多年前引入了HTML实体,以便在传输不是二进制安全的情况下通过线路传输字符信息,以及用户代理(浏览器)不支持传输层或服务器的字符集编码的情况。
As a HTML entity contains only very basic characters (&
, ;
, a-z
and 0-9
) and those characters have the same binary encoding in most character sets, this is and was very safe from those side-effects.
由于HTML实体仅包含非常基本的字符(&,;,a-z和0-9),并且这些字符在大多数字符集中具有相同的二进制编码,因此这些副作用非常安全。
However when you store something in the database, you don't have these issues because you're normally in control and you know what and how you can store text into the database.
但是,当您在数据库中存储某些内容时,您不会遇到这些问题,因为您通常处于控制状态,并且您知道将文本存储到数据库中的方式和方式。

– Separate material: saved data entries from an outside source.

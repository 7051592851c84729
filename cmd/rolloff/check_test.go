package main

import (
	"os"
	"path/filepath"
	"strings"
	"testing"

	"rolloff/configs"
)

// dialectBench writes the shipped configs to a directory with bench.toml:
// the demo simulated bench with the given generator and voltmeter
// profiles and personalities. It returns the bench file's path.
func dialectBench(t *testing.T, genProfile, vmProfile, genPers, vmPers string) string {
	t.Helper()
	dir := t.TempDir()
	for _, n := range configs.Names() {
		data, err := configs.ReadFile(n)
		if err != nil {
			t.Fatal(err)
		}
		if err := os.WriteFile(filepath.Join(dir, n), data, 0o644); err != nil {
			t.Fatal(err)
		}
	}
	data, _ := configs.ReadFile(configs.SimBench)
	b := string(data)
	for _, r := range [][2]string{
		{`profile = "generator-scpi.toml"`, `profile = "` + genProfile + `"`},
		{`profile = "dmm-scpi.toml"`, `profile = "` + vmProfile + `"`},
		{"[sim.generator]\n", "[sim.generator]\npersonality = \"" + genPers + "\"\n"},
		{"[sim.voltmeter]\n", "[sim.voltmeter]\npersonality = \"" + vmPers + "\"\n"},
	} {
		if !strings.Contains(b, r[0]) {
			t.Fatalf("sim-bench.toml: %q not found", r[0])
		}
		b = strings.Replace(b, r[0], r[1], 1)
	}
	if vm, _ := configs.ReadFile(vmProfile); strings.Contains(string(vm), "\nnplc = []") {
		// A meter with a fixed integration time: the bench names none.
		b = strings.Replace(b, "range_v = 0\nnplc = 1\n", "range_v = 0\n", 1)
	}
	p := filepath.Join(dir, "bench.toml")
	if err := os.WriteFile(p, []byte(b), 0o644); err != nil {
		t.Fatal(err)
	}
	return p
}

// TestCheckPersonalities: `rolloff check` passes on every simulated
// personality described by its shipped profile family, and never
// switches the output on.
func TestCheckPersonalities(t *testing.T) {
	for _, c := range []struct{ name, gen, vm, genPers, vmPers string }{
		{"plain", "generator-scpi.toml", "dmm-plain.toml", "", "plain"},
		{"initfetch", "generator-scpi.toml", "dmm-initfetch.toml", "", "initfetch"},
		{"measure", "generator-scpi.toml", "dmm-measure.toml", "", "measure"},
		{"suffixed", "generator-scpi.toml", "dmm-suffixed.toml", "", "suffixed"},
		{"slow", "generator-scpi.toml", "dmm-slow.toml", "", "slow"},
		{"apply-vpp", "generator-apply-vpp.toml", "dmm-scpi.toml", "apply-vpp", ""},
		{"opc-mute", "generator-opc.toml", "dmm-scpi.toml", "opc-mute", ""},
	} {
		t.Run(c.name, func(t *testing.T) {
			bench := dialectBench(t, c.gen, c.vm, c.genPers, c.vmPers)
			code, out, errOut := runCLI("check", bench)
			if code != 0 {
				t.Fatalf("exit %d\n%s\n%s", code, out, errOut)
			}
			if !strings.Contains(out, "0 failed; the generator output was never switched on") || strings.Contains(out, "FAIL") {
				t.Errorf("output:\n%s", out)
			}
			if !strings.Contains(out, "commands.output_on: not sent") {
				t.Errorf("output_on not reported as not sent:\n%s", out)
			}
		})
	}
}

// TestCheckWrongProfile: the generic DMM profile on the plain meter,
// which has no sample count: the check fails with exit 1 and a line
// naming the key, the instrument's error and a suggestion.
func TestCheckWrongProfile(t *testing.T) {
	bench := dialectBench(t, "generator-scpi.toml", "dmm-scpi.toml", "", "plain")
	code, out, errOut := runCLI("check", bench)
	if code != 1 {
		t.Fatalf("exit %d, want 1\n%s\n%s", code, out, errOut)
	}
	var line string
	for _, l := range strings.Split(out, "\n") {
		if strings.HasPrefix(l, "FAIL") && strings.Contains(l, "set_sample_count") {
			line = l
		}
	}
	// SCPI-1999 Vol 2 §21.8.9: -113 is "Undefined header".
	if line == "" || !strings.Contains(line, "refused") || !strings.Contains(line, "-113") || !strings.Contains(line, "does not know this header") {
		t.Fatalf("no clear line for set_sample_count:\n%s", out)
	}
	// The apply-style generator spoken to with the generic profile: the
	// frequency command is refused.
	bench = dialectBench(t, "generator-scpi.toml", "dmm-scpi.toml", "apply-vpp", "")
	code, out, _ = runCLI("check", bench)
	if code != 1 || !strings.Contains(out, "FAIL generator commands.set_frequency") {
		t.Fatalf("exit %d, want 1 and a failed set_frequency:\n%s", code, out)
	}
}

For example, if you allow Unicode for text inside the database, you can store all characters, none is actually special. Note that you need to know your database here, there are some technical details you can run into. Like you don't know the charset encoding for your database connection so you can't exactly tell your database which text you want to store in there. But generally, you just store the text and retrieve it later. Nothing special to deal with.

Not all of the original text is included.